== WORK INSTRUCTION ==
Go through the entries below and pick out every line with "equals".

DATA FOR THE TASK section start

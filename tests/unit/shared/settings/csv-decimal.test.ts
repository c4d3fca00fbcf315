import fc from 'fast-check'
import { describe, expect, it } from 'vitest'
import { bothReadings, proves, surveyDecimals, withPoint } from '../../../../shared/settings/csv-decimal'

describe('proves', () => {
  it.each(['0.5', '.5', '5.', '1.50', '1.5000', '0.500', '01.500', '1234.567', '1.500.00', '1.5e3', '-12.5', '1.50.000'])('%s proves a point', cell => expect(proves(cell)).toEqual({ point: true, comma: false }))
  it.each(['0,5', ',5', '1,50', '0,500', '1234,567', '-12,5', '1,5e3'])('%s proves a comma', cell => expect(proves(cell)).toEqual({ point: false, comma: true }))
  it.each(['1.500', '12.500', '123.456.789', '-1.500', '+1.500', '1,500', '-123,456', '12', '', 'n.a.', 'ten,five', '1 500,5', '2026-11-30'])('%s proves nothing', cell => expect(proves(cell)).toEqual({ point: false, comma: false }))
  it.each(['1.234,5', '1,234.5'])('%s proves both', cell => expect(proves(cell)).toEqual({ point: true, comma: true }))
})

describe('surveyDecimals', () => {
  it.each([
    [['0', '180'], 'unsaid'], [[], 'unsaid'], [['1.500', '2.250'], 'unsaid'], [['1,500', '1.500'], 'unsaid'],
    [['1.500', '0.5'], 'point'], [['1.500', '0,5'], 'comma'], [['0.5', '0,5'], 'mixed'], [['1.234,5'], 'mixed'],
  ])('of %j is %s', (cells, survey) => expect(surveyDecimals(cells)).toBe(survey))

  it('does not hang on the order of cells', () => {
    const cell = fc.constantFrom('1', '1.500', '1,500', '0.5', '0,5', '12')
    fc.assert(fc.property(fc.array(cell, { maxLength: 8 }), cells => surveyDecimals([...cells].reverse()) === surveyDecimals(cells)))
  })
})

describe('withPoint', () => {
  it.each([
    ['1.5', 'point', '1.5'], ['1,5', 'point', undefined], ['1,5', 'comma', '1.5'], ['1.500', 'comma', undefined], ['1.234,5', 'comma', undefined],
    ['180', 'comma', '180'], ['180', undefined, '180'], ['1.5', undefined, undefined], ['1,5', undefined, undefined], ['-0,25', 'comma', '-0.25'], ['1,2,3', 'comma', '1.2.3'],
  ] as const)('%s under %s is %s', (cell, sign, text) => expect(withPoint(cell, sign)).toBe(text))

  it('gives the same number back for every number written with a comma', () => {
    fc.assert(fc.property(fc.integer({ min: -1e9, max: 1e9 }), (n) => {
      const text = String(n / 1000)
      return withPoint(text.replace('.', ','), 'comma') === text
    }))
  })
})

describe('bothReadings', () => {
  it.each([['1.500', '1.500', '1500'], ['1,5', '1.5', '15'], ['-2.350', '-2.350', '-2350'], ['1.234,5', '1234.5', '12345'], ['1,234,567', '1234.567', '1234567']])('of %s', (cell, one, other) => {
    expect(bothReadings(cell)).toEqual([one, other])
  })
})
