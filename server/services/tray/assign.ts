import type { z } from 'zod'
import type { trayAssignBody, trayAssigned } from '#shared/api/uploads'
import { Refusal } from '#shared/errors/refusal'
import type { ReadSettings } from '#shared/settings/types'
import type { PersonActor } from '#server/database/actor'
import type { Vault, Write } from '#server/database/client'
import { judgingQueries } from '#server/database/judging/queries'
import type { UnitRow } from '#server/database/schema'
import { trayQueries, waitingLike, type TrayItemRow } from '#server/database/tray/queries'
import { unitRows } from '#server/database/unit/queries'
import { readUploadBytes } from '#server/database/upload/queries'
import { assertPlace } from '../places/bounds'
import { endFitting, openFitting } from '../units/fittings'
import { registerUnit } from '../units/units'
import { placeUnit } from '../uploads/place-file'
import { planUpload, readSent } from '../uploads/plan-upload'
import type { Source } from '../uploads/store-parts'
import { storeSighting, storeVersion } from '../uploads/store-version'
import { settle } from './discard'
import { waitingItem } from './list'

type Assignment = z.output<typeof trayAssignBody>
type Assigned = z.input<typeof trayAssigned>

/**
 * Says at which axis a file in the tray belongs, its equals with it. A unit that is unknown is registered and one that does not
 * sit there is fitted, the unit it replaced taken out: both take a planner.
 */
export function assignFromTray(vault: Vault, actor: PersonActor, id: number, assignment: Assignment): Assigned {
  return vault.write(actor, (write) => {
    const item = waitingItem(vault.db, id)
    assertPlace(vault, actor, 'axis', assignment.axisId, '/axisId')
    const read = readAgain(vault, item)
    seatUnit(vault, actor, write, item, read, assignment)
    const [first, ...equals] = waitingLike(vault.db, actor.sites, id).map(({ id: trayId }) => store(vault, actor, write, trayId, assignment))
    if (!first) throw new Refusal('tray-settled', 'This file does not wait any more.')
    return equals.reduce((answer, next) => ('sighting' in answer ? next : answer), first)
  })
}

function readAgain(vault: Vault, { tray }: TrayItemRow): ReadSettings {
  const read = readSent(vault.db, readUploadBytes(vault.db, tray.uploadId), tray.fields)
  if (read.ok) return read.value
  throw new Refusal('settings-unreadable', `The file cannot be read: ${read.errors[0]?.message ?? ''} Set it aside and send a corrected one.`, { errors: read.errors, more: read.more })
}

function seatUnit(vault: Vault, actor: PersonActor, write: Write, { tray }: TrayItemRow, { file }: ReadSettings, { axisId, at, reason }: Assignment): void {
  const unit = unitOf(vault, actor, file.unit)
  const capturedAt = tray.fields.capturedAt ?? file.exportedAt
  const { place, times } = placeUnit(vault.db, unit, capturedAt, Date.parse(write.now))
  if (place?.axis.id === axisId) return
  assertPlanner(actor, `Unit ${unit.serial} does not sit there yet.`)
  const since = at ?? new Date(Math.min(times.orderAt, Date.parse(write.now))).toISOString()
  const taken = judgingQueries(vault.db).openAtAxis.get({ axisId })
  if (taken) {
    if (!reason) throw new Refusal('input', `Unit ${taken.unit.serial} sits there. Say why and when it was swapped.`, { errors: [{ at: '/reason', code: 'missing', message: 'why was the unit swapped?' }] })
    endFitting(vault, actor, taken.fitting.id, { at: since, unitState: 'repair' })
  }
  openFitting(vault, actor, { axisId, unitId: unit.id, at: since })
}

function unitOf(vault: Vault, actor: PersonActor, { serial, channel, model, firmware, actuatorSerial, actuatorModel }: ReadSettings['file']['unit']): UnitRow {
  const find = () => unitRows(vault.db).bySerial.get({ serial, channel: channel ?? 0 })
  const known = find()
  if (known) return known
  assertPlanner(actor, `Unit ${serial} is not registered yet.`)
  registerUnit(vault, actor, { serial, channel, model, firmware, actuatorSerial, actuatorModel })
  const registered = find()
  if (!registered) throw new RangeError(`Unit ${serial} was registered and is not there.`)
  return registered
}

function assertPlanner({ roles }: PersonActor, why: string): void {
  if (!roles.includes('planner')) throw new Refusal('role', `${why} Registering and fitting a unit takes a planner.`)
}

function store(vault: Vault, actor: PersonActor, write: Write, trayId: number, { axisId, reason = null }: { axisId: number, reason?: string | null | undefined }): Assigned {
  const { db } = vault
  const row = trayQueries(db).byId.get({ id: trayId })
  if (!row) throw new RangeError(`There is no tray file ${trayId}.`)
  const { tray, upload } = row
  const plan = planUpload(db, actor, readSent(db, readUploadBytes(db, tray.uploadId), tray.fields), tray.fields, Date.parse(write.now))
  if (plan.outcome === 'unplaced' || plan.outcome === 'unreadable') throw unfit(plan.outcome === 'unplaced' ? plan.unplaced.detail : 'The file cannot be read.')
  if (plan.placed.place.axis.id !== axisId) throw unfit(`At the time of the file the unit sat at ${plan.placed.place.axis.tag}.`)
  const source: Source = { sha256: upload.sha256, name: upload.name, sender: { personId: upload.personId, tokenId: upload.tokenId, peer: upload.peer }, uploadId: () => upload.id }
  if (plan.outcome === 'sighting') {
    const seen = storeSighting(db, write, source, tray.fields, plan)
    settle(db, write, trayId, { outcome: 'assigned', reason, versionId: seen.version.id, sightingId: seen.sighting.id })
    return seen
  }
  const { version } = storeVersion(db, write, source, tray.fields, plan)
  settle(db, write, trayId, { outcome: 'assigned', reason, versionId: version.id })
  return { version }
}

const unfit = (detail: string) => new Refusal('axis-kind', detail)
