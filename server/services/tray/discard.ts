import { personOf, type Actor } from '#server/database/actor'
import type { Vault, Write } from '#server/database/client'
import type { VaultDb } from '#server/database/prepared'
import { trayQueries, waitingLike } from '#server/database/tray/queries'
import { Refusal } from '#shared/errors/refusal'
import { waitingItem } from './list'

export interface Settled { readonly outcome: 'assigned' | 'discarded', readonly reason: string | null, readonly versionId?: number, readonly sightingId?: number }

/** Sets a file and its equals aside with a reason; the bytes stay. */
export function discardFromTray(vault: Vault, actor: Actor, id: number, reason: string): void {
  vault.write(actor, (write) => {
    waitingItem(vault.db, id)
    for (const { id: trayId } of waitingLike(vault.db, actor.sites, id)) settle(vault.db, write, trayId, { outcome: 'discarded', reason })
  })
}

/** Says what became of a file in the tray. */
export function settle(db: VaultDb, write: Write, trayId: number, { outcome, reason, versionId = 0, sightingId = 0 }: Settled): void {
  const byPerson = personOf(write.actor)
  if (byPerson === null) throw new Refusal('role', 'A file in the tray is settled by a person.')
  const row = { trayId, outcome, at: write.now, byPerson, reason, versionId: versionId || null, sightingId: sightingId || null }
  trayQueries(db).settle(row)
  write.log({ act: outcome === 'assigned' ? 'tray-assigned' : 'tray-discarded', id: trayId, state: row, note: reason })
}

DATA FOR THE TASK section end

== ANSWER SECTION ==
 * Says at which axis a file in the tray belongs, its equals with it. A unit that is unknown is registered and one that does not
    const [first, ...equals] = waitingLike(vault.db, actor.sites, id).map(({ id: trayId }) => store(vault, actor, write, trayId, assignment))
    return equals.reduce((answer, next) => ('sighting' in answer ? next : answer), first)
/** Sets a file and its equals aside with a reason; the bytes stay. */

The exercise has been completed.